Association of Chiropractic Colleges
- Formation: 1994
- Membership: Chiropractic institutions

= Association of Chiropractic Colleges =

The Association of Chiropractic Colleges (ACC) is composed of accredited chiropractic educational programs in North America and affiliate member institutions worldwide. Its stated goal is to advance chiropractic education and research among its member institutions, which it achieves through a number of regularly scheduled conferences.

==Conferences==
The ACC first held its Educational Conference in 1994. At that time, the focus of the conference was to educate the educators on new pedagogical techniques. Since that time, the conference has expanded to include educational, basic science, and clinical research presentations.

The ACC Educational Conference promotes institutional and academic excellence and learning and focuses on two areas, the bringing together of staff, administration, and faculty in a collaborative fashion to discuss various topics at group meetings and the presentation of peer-reviewed papers in poster or platform presentations.

The ACC also sponsored a Research Agenda Conference (ACC-RAC), focused on research training for chiropractic college faculty, students, practitioners, and professional staff. The ACC-RAC consisted primarily of hands on training workshops.

Beginning in 2002, the Educational and Research Agenda conferences were joined into a single conference under the banner of the Research Agenda Conference. Through various styles of presentation, including plenary sessions, platform presentations, workshops, and poster sessions, the ACC-RAC conferences focus on clinical, basic science, educational research, and the topic of Integration.

==ACC Peer Review==
A component of the Association of Chiropractic Colleges Educational Conference (ACC) focuses on collaborative group meetings (e.g., college administration, staff) and the presentation of scientific and scholarly articles submitted by authors and chosen through a peer-review selection process.

The long range goals of the ACC Peer-review Committee include:

- Maintain the scholarship of the presentations and integrity of the conference
- Increase quality of conference presentations
- Increase number of published papers as a result of the conference
- Increase number of experienced peer reviewers
- Provide scholarship opportunities for new peer reviewers
- Provide mentorship and feedback to peer reviewers and authors

==ACC-RAC Research Presentations==
Once the committee reaches decisions regarding suitability for presentation, abstracts of articles that are presented as either platform or poster presentations at the conference are published in the Journal of Chiropractic Education. In addition to selecting articles for presentation, a subgroup of this committee selects the award-winning articles from those authors who consented to be included in the awards competition. Basic science and clinical award-winning articles are submitted to the Journal of Manipulative and Physiological Therapeutics (JMPT) and educational research award articles are submitted to the Journal of Chiropractic Education. These articles go through an additional peer-review process before being accepted and published.

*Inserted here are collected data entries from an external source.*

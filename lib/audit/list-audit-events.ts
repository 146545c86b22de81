import 'server-only';
import { QueryTypes } from 'sequelize';
import { z } from 'zod';
import { getDb } from '@/lib/db';
import { assertCan, type Actor } from '@/lib/auth/actor';

export type AuditEventView = {
  id: string;
  at: string;
  actorName: string | null; // null: the payment provider's verified webhook
  subjectType: string;
  subjectId: string;
  action: string;
  details: Record<string, unknown>;
};

export const AuditQuery = z.object({
  subjectType: z.enum(['protest', 'inspection', 'rules', 'results', 'entry']).optional(),
  subjectId: z.uuid({ error: 'subjectId must be an id.' }).optional(),
  before: z.coerce.number().int().positive().optional(), // id to page back from
  limit: z.coerce.number().int().min(1).max(500).default(100),
});

/** A meeting's audit trail, newest first, for those with 'audit.read' at that meeting. Read-only. */
export async function listAuditEvents(actor: Actor | null, eventId: string, raw: unknown = {}): Promise<{ items: AuditEventView[]; nextBefore: string | null }> {
  assertCan(actor, 'audit.read', { eventId });
  const q = AuditQuery.parse(raw);
  const rows = await getDb().sequelize.query<{ id: string; at: Date; actorName: string | null; subjectType: string; subjectId: string; action: string; details: Record<string, unknown> }>(
    `select a.id::text as id, a.at, coalesce(u.name, u.email) as "actorName", a.subject_type as "subjectType", a.subject_id as "subjectId", a.action, a.details
       from audit_events a left join users u on u.id = a.actor_id
      where a.event_id = :eventId
        ${q.subjectType ? 'and a.subject_type = :subjectType' : ''}
        ${q.subjectId ? 'and a.subject_id = :subjectId' : ''}
        ${q.before ? 'and a.id < :before' : ''}
      order by a.id desc
      limit :limit`,
    { replacements: { eventId, subjectType: q.subjectType ?? null, subjectId: q.subjectId ?? null, before: q.before ?? null, limit: q.limit + 1 }, type: QueryTypes.SELECT },
  );
  const items = rows.slice(0, q.limit).map((r) => ({ ...r, at: new Date(r.at).toISOString() }));
  return { items, nextBefore: rows.length > q.limit ? items[items.length - 1].id : null };
}
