import { SectionLoading } from '@/components/section-states';

export default function DockLoading() {
  return <SectionLoading label="Loading the dock screen…" />;
}
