import 'server-only';
import { reportCheckpoint } from '@/lib/server/chain/chain-service';
import { createHash } from 'node:crypto';
import { QueryTypes } from 'sequelize';
import { getDb } from '@/lib/server/db';
import { getObjectBytes, newObjectKey, putObject } from '@/lib/server/storage/objects';
import { buildReportPdf } from '../../core/reports/report-pdf';
import { findPublishedReport } from './manage-reports';

// A published report never changes, so its PDF is rendered once (on the first request, or right
// after publishing) and kept in object storage with its SHA-256 in parity_report_files. Every later
// request is a storage read, and the hash is the strong ETag.

export type StoredReportPdf = { key: string; sha256: string; sizeBytes: number };
export type ReportPdfHead = { reportId: string; classCode: string; number: number; pdf: StoredReportPdf | null };

type Row = {
  reportId: string;
  classCode: string;
  number: number;
  key: string | null;
  sha256: string | null;
  sizeBytes: number | null;
};

/** What the PDF route needs before any bytes: the report's name parts and its stored PDF, if rendered yet (one query). */
export async function findReportPdfHead(publicId: string): Promise<ReportPdfHead | null> {
  if (!/^[A-Za-z0-9_-]{8,40}$/.test(publicId)) return null;
  const [row] = await getDb().sequelize.query<Row>(
    `select r.id as "reportId", r.inputs->>'classCode' as "classCode", r.number,
            f.object_key as "key", f.sha256, f.size_bytes as "sizeBytes"
       from parity_reports r left join parity_report_files f on f.report_id = r.id and f.kind = 'pdf'
      where r.public_id = :publicId`,
    { replacements: { publicId }, type: QueryTypes.SELECT },
  );
  if (!row) return null;
  const pdf = row.key && row.sha256 ? { key: row.key, sha256: row.sha256, sizeBytes: Number(row.sizeBytes) } : null;
  return { reportId: row.reportId, classCode: row.classCode, number: row.number, pdf };
}

const storedPdf = async (reportId: string) =>
  (
    await getDb().sequelize.query<StoredReportPdf>(
      `select object_key as "key", sha256, size_bytes as "sizeBytes" from parity_report_files where report_id = :reportId and kind = 'pdf'`,
      { replacements: { reportId }, type: QueryTypes.SELECT },
    )
  )[0] ?? null;

// One render per report at a time in this process; across app servers the unique index decides.
const globalForPdf = globalThis as unknown as { __borelineReportPdfs?: Map<string, Promise<StoredReportPdf>> };
const rendering = (globalForPdf.__borelineReportPdfs ??= new Map());

/** The report's stored PDF, rendering and storing it first if nobody has yet. */
export function ensureReportPdf(publicId: string, reportId: string): Promise<StoredReportPdf> {
  let pending = rendering.get(reportId);
  if (!pending) {
    pending = renderAndStore(publicId, reportId).finally(() => rendering.delete(reportId));
    rendering.set(reportId, pending);
  }
  return pending;
}

async function renderAndStore(publicId: string, reportId: string): Promise<StoredReportPdf> {
  const existing = await storedPdf(reportId);
  if (existing) return existing;
  const report = await findPublishedReport(publicId);
  if (!report || report.id !== reportId) throw new Error(`report ${reportId} vanished while its PDF was made`);
  // Times in the PDF are printed in the meeting's own zone, named.
  const timeZone =
    (await getDb().models.Event.findByPk(report.eventId, { attributes: ['timeZone'] }))?.timeZone ?? 'UTC';
  const bytes = await buildReportPdf(report, timeZone, await reportCheckpoint(report.eventId, report.id));
  const sha256 = createHash('sha256').update(bytes).digest('hex');
  const key = newObjectKey('reports/pdf');
  await putObject({ key, bytes, contentType: 'application/pdf', sha256Hex: sha256, metadata: { report: reportId } });
  // Another app server may have stored its own rendering meanwhile: the first row wins and everyone
  // serves that one (our object stays unreferenced, like any upload whose row was never written).
  await getDb().sequelize.query(
    `insert into parity_report_files (report_id, kind, object_key, sha256, size_bytes, content_type)
     values (:reportId, 'pdf', :key, :sha256, :size, 'application/pdf') on conflict (report_id, kind) do nothing`,
    { replacements: { reportId, key, sha256, size: bytes.byteLength } },
  );
  const winner = await storedPdf(reportId);
  if (!winner) throw new Error(`the PDF row for report ${reportId} is missing after insert`);
  return winner;
}

/** The stored bytes, checked against the SHA-256 recorded when they were stored. */
export async function readReportPdf(pdf: StoredReportPdf): Promise<Buffer> {
  const bytes = await getObjectBytes(pdf.key);
  const actual = createHash('sha256').update(bytes).digest('hex');
  if (actual !== pdf.sha256)
    throw new Error(`stored report PDF ${pdf.key} does not match its SHA-256 (${actual} != ${pdf.sha256})`);
  return bytes;
}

The scientific, peer-reviewed presentations cover a wide variety of topics. Most of these presentations fall within four categories: basic sciences, clinical practice research, educational research, and the theme for that year's conference (e.g., public health, funding opportunities, diversity, and technology). Parallel tracks of scientific research presentations are placed throughout the schedule so that clinical, educational, and basic science researchers will find sessions that best match their interests. In addition, for those in clinical practice, case presentations of unusual conditions or unique treatment methods for common conditions are typically presented.